# Plug for Fisher Needed



## kingsr6 (Sep 26, 2011)

I am in need of the 4 pin plug that the Vblade or XLS controller plugs into.

Dealer says I have to buy the whole dam cable at $250.

This little connector must be available, as a repair end, or maybe a something like the 4' extension that I can just cut off the plug?

Thanks


----------



## rjigto4oje (Oct 27, 2010)

kingsr6;2047438 said:


> View attachment 146692
> 
> 
> I am in need of the 4 pin plug that the Vblade or XLS controller plugs into.
> ...


There is a guy on ebay, his screen name is monitor_repairs_1 he should have what you need


----------



## rjigto4oje (Oct 27, 2010)

He also rebuilds controlers and isolation modules


----------



## kingsr6 (Sep 26, 2011)

That's a 6 pin, I need a 4 pin.

Thanks


----------



## cubicinches (Oct 19, 2008)

They don't make a repair end for the four pin Multiplex control harness... only for the six pin non-Multiplex control harness. You have to replace the entire harness (P/N 28587), but they're only about $130. Your dealer has either got it confused with a control harness for a three plug plow, or he's hosing you. I've got those harnesses in stock if you can't come up with one.


----------



## kingsr6 (Sep 26, 2011)

cubicinches;2047552 said:


> They don't make a repair end for the four pin Multiplex control harness... only for the six pin non-Multiplex control harness. You have to replace the entire harness (P/N 28587), but they're only about $130. Your dealer has either got it confused with a control harness for a three plug plow, or he's hosing you. I've got those harnesses in stock if you can't come up with one.

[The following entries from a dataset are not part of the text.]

/// <summary>
/// Plots of the measurement planner: the alias margin against the shift for a design, and the map of the worst
/// margin against candidate length. Built and rendered with <see cref="Figure"/> (PNG in memory, then written
/// atomically, DejaVu Sans).
/// </summary>
public static class PlanPlots
{
    /// <summary>Pixel size of the margin-curve image.</summary>
    public static readonly (int Width, int Height) MarginCurveSize = (1200, 650);

    /// <summary>Pixel size of the candidate-map image.</summary>
    public static readonly (int Width, int Height) CandidateMapSize = (1200, 650);

    private static readonly OxyColor CurveColour = Palette.Blue;
    private static readonly OxyColor AliasColour = OxyColor.FromRgb(0xC0, 0x1E, 0x2E);
    private static readonly OxyColor WorstColour = OxyColor.FromRgb(0xD0, 0x7A, 0x00);
    private static readonly OxyColor NominalColour = OxyColor.FromRgb(0x9A, 0x9A, 0x9A);
    private static readonly OxyColor ThresholdColour = OxyColor.FromRgb(0x60, 0x60, 0x60);
    private static readonly OxyColor BelowFill = OxyColor.FromAColor(0x22, OxyColor.FromRgb(0xC0, 0x1E, 0x2E));
    private static readonly OxyColor SelfFill = OxyColor.FromAColor(0x30, OxyColor.FromRgb(0x80, 0x80, 0x80));
    private static readonly OxyColor RepeatColour = OxyColor.FromRgb(0x6A, 0x3D, 0x9A);

    private const string FullKey = "full";
    private const string ZoomKey = "zoom";

    /// <summary>
    /// The margin (linewidths) against the shift Δ, in two panels over one Δ axis: the whole curve on top and the
    /// same curve with the margin axis cut near the threshold beneath it. Each shows the exact piecewise linear
    /// curve, the required margin as a dashed line over a shaded band, the stretch near Δ = 0 that is the line itself in grey, every alias below the
    /// threshold as a red marker, the worst alias labelled, and the common period (exact repeat) as a vertical line
    /// when it lies in range. Δ is shown in GHz for spans of 2 GHz and more, MHz otherwise.
    /// </summary>
    public static void SaveMarginCurve(string path, MarginCurveInput input) =>
        Figure.Save(path, BuildMarginCurve(input), MarginCurveSize);

    /// <summary>
    /// Worst alias margin against candidate length (mm): the margin within tolerance as the main curve, the nominal
    /// margin in grey behind it, the required margin dashed and the recommended length marked.
    /// </summary>
    public static void SaveCandidateMap(string path, CandidateMapInput input) =>
        Figure.Save(path, BuildCandidateMap(input), CandidateMapSize);

    /// <summary>The margin curve as inline SVG for report.html.</summary>
    public static Pipeline.SvgFigure MarginCurveSvg(MarginCurveInput input) =>
        new("Alias margin against frequency shift (margin.png)", Figure.RenderSvg(BuildMarginCurve(input), MarginCurveSize.Width, MarginCurveSize.Height), MarginCurveSize.Width);

    /// <summary>The candidate map as inline SVG for report.html.</summary>
    public static Pipeline.SvgFigure CandidateMapSvg(CandidateMapInput input) =>
        new("Worst alias margin against the added cavity's length (candidates.png)", Figure.RenderSvg(BuildCandidateMap(input), CandidateMapSize.Width, CandidateMapSize.Height),
            CandidateMapSize.Width);

    internal static PlotModel BuildMarginCurve(MarginCurveInput input)
    {
        ArgumentNullException.ThrowIfNull(input);
        if (input.Curve.Count < 2) throw new ArgumentException($"the margin curve needs at least 2 points but got {input.Curve.Count}", nameof(input));
        var lo = input.Curve[0].DeltaHz;
        var hi = input.Curve[^1].DeltaHz;
        var scale = FrequencyAxisScale.For(hi - lo);
        var model = Figure.NewModel(input.Title, input.Subtitle);

        // Two panels over one Δ axis: the whole curve on top (its peaks reach 𝓕/2 linewidths), and beneath it the
        // same curve with the margin axis cut at five thresholds or 2.5 × the worst alias, where the aliases are.
        var peak = Math.Max(input.Curve.Max(p => p.MarginLinewidths), input.ThresholdLinewidths);
        var worstValue = input.Worst is MarginPoint wp && double.IsFinite(wp.MarginLinewidths) ? wp.MarginLinewidths : 0;
        var cut = Math.Min(peak, Math.Max(5 * input.ThresholdLinewidths, 2.5 * worstValue)) * 1.08;
        var fullMax = peak * 1.08;

        model.Axes.Add(Figure.Axis(AxisPosition.Bottom, scale.Title("frequency shift Δ between two lines"),
            scale.FromHertz(lo), scale.FromHertz(hi), scale.TickFormat(hi - lo)));
        model.Axes.Add(Figure.PanelAxis(FullKey, "alias margin (linewidths)", 0.45, 1, minimum: 0, maximum: fullMax));
        model.Axes.Add(Figure.PanelAxis(ZoomKey, "zoom (linewidths)", 0, 0.38, minimum: 0, maximum: cut));

        foreach (var key in new[] { FullKey, ZoomKey })
        {
            var panel = new MarginPanel(key, key == FullKey ? fullMax : cut, key == ZoomKey);
            AddRequiredMargin(model, scale.FromHertz(lo), scale.FromHertz(hi), input.ThresholdLinewidths, key, panel.InLegend);
            if (input.MinimumShiftHz > lo) AddSelfRegion(model, input.MinimumShiftHz, lo, hi, scale, panel);

            var curve = new LineSeries { Title = "alias margin", Color = CurveColour, StrokeThickness = key == FullKey ? 1.0 : 1.3, YAxisKey = key, RenderInLegend = panel.InLegend };
            foreach (var p in input.Curve) curve.Points.Add(new DataPoint(scale.FromHertz(p.DeltaHz), p.MarginLinewidths));
            model.Series.Add(curve);
            if (input.RepeatHz is double rep && rep >= lo && rep <= hi) AddRepeat(model, rep, scale, key);

            if (input.Aliases.Count > 0)
            {
                var aliases = new ScatterSeries
                {
                    Title = $"alias below the threshold ({input.Aliases.Count})",
                    MarkerType = MarkerType.Circle,
                    MarkerSize = 4.5,
                    MarkerFill = AliasColour,
                    MarkerStroke = AliasColour,
                    YAxisKey = key,
                    RenderInLegend = panel.InLegend,
                };
                foreach (var a in input.Aliases) aliases.Points.Add(new ScatterPoint(scale.FromHertz(a.DeltaHz), a.MarginLinewidths));
                model.Series.Add(aliases);
            }

            if (input.Worst is MarginPoint w && double.IsFinite(w.DeltaHz)) AddWorst(model, input, w, lo, hi, scale, panel);
        }

        return model;
    }

    /// <summary>One panel of the margin curve: its axis key, the top of its margin axis, and whether its series appear in
    /// the legend (only the zoom panel's do, so each entry appears once).</summary>
    private sealed record MarginPanel(string Key, double Top, bool InLegend);

    /// <summary>The required margin: a shaded band from 0 up to it across <paramref name="x0"/>…<paramref name="x1"/> and
    /// a dashed line at it.</summary>
    private static void AddRequiredMargin(PlotModel model, double x0, double x1, double threshold, string? key = null, bool inLegend = true)
    {
        var band = new AreaSeries
        {
            Title = $"below required margin ({threshold:G3} linewidths)",
            Color = OxyColors.Transparent, Fill = BelowFill, StrokeThickness = 0, YAxisKey = key, RenderInLegend = inLegend,
        };
        band.Points.Add(new DataPoint(x0, threshold));
        band.Points.Add(new DataPoint(x1, threshold));
        band.Points2.Add(new DataPoint(x0, 0));
        band.Points2.Add(new DataPoint(x1, 0));
        model.Series.Add(band);
        model.Annotations.Add(new LineAnnotation
        {
            Type = LineAnnotationType.Horizontal,
            Y = threshold,
            Color = ThresholdColour,
            LineStyle = LineStyle.Dash,
            StrokeThickness = 1.2,
            YAxisKey = key,
        });
    }

    /// <summary>The shifts below the smallest counted one, which are the line itself: shaded grey over the panel's height.</summary>
    private static void AddSelfRegion(PlotModel model, double minimumShiftHz, double lo, double hi, FrequencyAxisScale scale, MarginPanel panel)
    {
        var self = new AreaSeries
        {
            Title = "the line itself (Δ < " + Quantity.FormatFrequency(minimumShiftHz, 3) + ")",
            Color = OxyColors.Transparent, Fill = SelfFill, StrokeThickness = 0, YAxisKey = panel.Key, RenderInLegend = panel.InLegend,
        };
        var x1 = scale.FromHertz(Math.Min(minimumShiftHz, hi));
        self.Points.Add(new DataPoint(scale.FromHertz(lo), panel.Top));
        self.Points.Add(new DataPoint(x1, panel.Top));
        self.Points2.Add(new DataPoint(scale.FromHertz(lo), 0));
        self.Points2.Add(new DataPoint(x1, 0));
        model.Series.Add(self);
    }

    /// <summary>The common period of the FSRs (exact repeat) as a vertical line, labelled on the full panel.</summary>
    private static void AddRepeat(PlotModel model, double repeatHz, FrequencyAxisScale scale, string key) => model.Annotations.Add(new LineAnnotation
    {
        Type = LineAnnotationType.Vertical,
        X = scale.FromHertz(repeatHz),
        Color = RepeatColour,
        LineStyle = LineStyle.DashDot,
        StrokeThickness = 1.4,
        YAxisKey = key,
        Text = key == FullKey ? "exact repeat " + Quantity.FormatFrequency(repeatHz) : null,
        TextColor = RepeatColour,
        TextOrientation = AnnotationTextOrientation.Vertical,
        TextHorizontalAlignment = HorizontalAlignment.Right,
        TextLinePosition = 0.98,
    });

    /// <summary>The worst alias as a highlighted diamond; on the zoom panel also its value as a label, on the side
    /// away from the nearer edge.</summary>
    private static void AddWorst(PlotModel model, MarginCurveInput input, MarginPoint w, double lo, double hi, FrequencyAxisScale scale, MarginPanel panel)
    {
        var wx = scale.FromHertz(w.DeltaHz);
        model.Series.Add(Highlight(input.WorstLabel, 7, wx, w.MarginLinewidths, panel.Key, panel.InLegend));
        if (panel.Key != ZoomKey) return;
        var right = wx > scale.FromHertz(lo + 0.7 * (hi - lo));
        var dx = 0.01 * scale.FromHertz(hi - lo) * (right ? -1 : 1);
        var cut = panel.Top;
        model.Annotations.Add(Label(
            $"{input.WorstLabel}: {w.MarginLinewidths.ToString("0.##", CultureInfo.InvariantCulture)} linewidths at {Quantity.FormatFrequency(w.DeltaHz)}",
            new DataPoint(wx + dx, Math.Min(w.MarginLinewidths + 0.06 * cut, 0.85 * cut)), right, 0xE0, panel.Key));
    }

    /// <summary>A highlighted point (worst alias, recommended length): a large diamond with a black outline.</summary>
    private static ScatterSeries Highlight(string title, double size, double x, double y, string? key = null, bool inLegend = true)
    {
        var mark = new ScatterSeries
        {
            Title = title,
            MarkerType = MarkerType.Diamond,
            MarkerSize = size,
            MarkerFill = WorstColour,
            MarkerStroke = OxyColors.Black,
            MarkerStrokeThickness = 0.8,
            YAxisKey = key,
            RenderInLegend = inLegend,
        };
        mark.Points.Add(new ScatterPoint(x, y));
        return mark;
    }

    /// <summary>A black 12 pt label on a translucent white background (opacity <paramref name="alpha"/>), left or right
    /// of its anchor.</summary>
    private static TextAnnotation Label(string text, DataPoint anchor, bool right, byte alpha, string? key = null) => new()
    {
        Text = text,
        TextPosition = anchor,
        TextHorizontalAlignment = right ? HorizontalAlignment.Right : HorizontalAlignment.Left,
        TextVerticalAlignment = VerticalAlignment.Bottom,
        Stroke = OxyColors.Transparent,
        Background = OxyColor.FromAColor(alpha, OxyColors.White),
        TextColor = OxyColors.Black,
        FontSize = 12,
        YAxisKey = key,
    };

    internal static PlotModel BuildCandidateMap(CandidateMapInput input)
    {
        ArgumentNullException.ThrowIfNull(input);
        if (input.LengthM.Length < 1) throw new ArgumentException("the candidate map needs at least one candidate", nameof(input));
        if (input.NominalMargin.Length != input.LengthM.Length)
            throw new ArgumentException($"{input.LengthM.Length} lengths but {input.NominalMargin.Length} nominal margins", nameof(input));
        if (input.RobustMargin is { } rm && rm.Length != input.LengthM.Length)
            throw new ArgumentException($"{input.LengthM.Length} lengths but {rm.Length} margins within tolerance", nameof(input));

        var order = Enumerable.Range(0, input.LengthM.Length).OrderBy(i => input.LengthM[i]).ToArray();
        var model = Figure.NewModel(input.Title, input.Subtitle);
        var all = input.NominalMargin.Concat(input.RobustMargin ?? []).Where(double.IsFinite).DefaultIfEmpty(0).Max();
        var yMax = Math.Max(all, input.ThresholdLinewidths) * 1.15;
        var lmin = input.LengthM.Min() * 1e3;
        var lmax = input.LengthM.Max() * 1e3;
        var pad = lmax > lmin ? 0.01 * (lmax - lmin) : 1;
        model.Axes.Add(Figure.Axis(AxisPosition.Bottom, "candidate cavity length (mm)", lmin - pad, lmax + pad));
        model.Axes.Add(Figure.Axis(AxisPosition.Left, "worst alias margin over the span (linewidths)", 0, yMax));
        AddRequiredMargin(model, lmin - pad, lmax + pad, input.ThresholdLinewidths);

        if (input.RobustMargin is { } robust)
        {
            model.Series.Add(MarginSeries(input, order, "nominal length", NominalColour, 0.9, input.NominalMargin));
            model.Series.Add(MarginSeries(input, order, "worst within length tolerance", CurveColour, 1.4, robust));
        }
        else
        {
            model.Series.Add(MarginSeries(input, order, "worst alias margin", CurveColour, 1.4, input.NominalMargin));
        }

        if (input.ChosenLengthM is double chosen)
        {
            var idx = order.MinBy(i => Math.Abs(input.LengthM[i] - chosen));
            var y = (input.RobustMargin ?? input.NominalMargin)[idx];
            model.Series.Add(Highlight(input.ChosenLabel, 8, chosen * 1e3, y));
            var right = chosen * 1e3 > lmin + 0.75 * (lmax - lmin);
            model.Annotations.Add(Label($"{Quantity.FormatLength(chosen)}: {y.ToString("0.##", CultureInfo.InvariantCulture)} linewidths",
                new DataPoint(chosen * 1e3, y + 0.03 * yMax), right, 0xD0));
        }

        return model;
    }

    /// <summary>One margin per candidate against its length in mm: a line over an evenly stepped range, markers for a catalogue.</summary>
    private static XYAxisSeries MarginSeries(CandidateMapInput input, int[] order, string title, OxyColor colour, double thickness, double[] values)
    {
        if (input.Stepped)
        {
            var s = new LineSeries { Title = title, Color = colour, StrokeThickness = thickness };
            foreach (var i in order) s.Points.Add(new DataPoint(input.LengthM[i] * 1e3, values[i]));
            return s;
        }

        var m = new ScatterSeries { Title = title, MarkerType = MarkerType.Circle, MarkerSize = 2 + thickness * 1.5, MarkerFill = colour, MarkerStroke = colour };
        foreach (var i in order) m.Points.Add(new ScatterPoint(input.LengthM[i] * 1e3, values[i]));
        return m;
    }
}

Dealers in Canada use the Canadian/US dollar exchange to hose us. I have found that part number and check pricing at my local dealers and it is anywhere from $225 - $250. And when I ask why so much, I get "the US dollar exchange rate is killing us right now". I get it that they need to make money, but really... double the price?

I love my Fisher plows but if this is the way Douglas Dynamics is going to treat Canadian Customers I am going to start buying Arctic Plows again. At least they are Canadian Made and no reason for dealers to use the US Exchange rate game.

Thanks for the reply,


----------



## kingsr6 (Sep 26, 2011)

rjigto4oje;2047444 said:


> There is a guy on ebay, his screen name is monitor_repairs_1 he should have what you need


I will check him out, Thanks

Also figured out that a company called Molex is the supplier of most if not all of the plug ends for Western/fisher/Blizzard.
Going to check that route out to.


----------



## kimber750 (Sep 19, 2011)

kingsr6;2047556 said:


> I love my Fisher plows but if this is the way Douglas Dynamics is going to treat Canadian Customers I am going to start buying Arctic Plows again. At least they are Canadian Made and no reason for dealers to use the US Exchange rate game.
> 
> Thanks for the reply,


In what way is DD hosing you? DD has nothing to do with exchange rate or what your dealers mark up is.


----------



## kingsr6 (Sep 26, 2011)

The way that DD has set up the dealer network in Canada. There is one Direct Supplier for each line, Western, Fisher, Blizzard. Then all other dealers have to buy from the Direct Dealer. Direct Dealer sets the price and the discount. Local Dealers say there is no room for discounts, so its Full List price on all parts. If I call Direct Dealer he wont undercut his Local dealers, he is getting the sale either way, so again full list price. Maybe I am wrong but more than one dealer has told me this is how it works. 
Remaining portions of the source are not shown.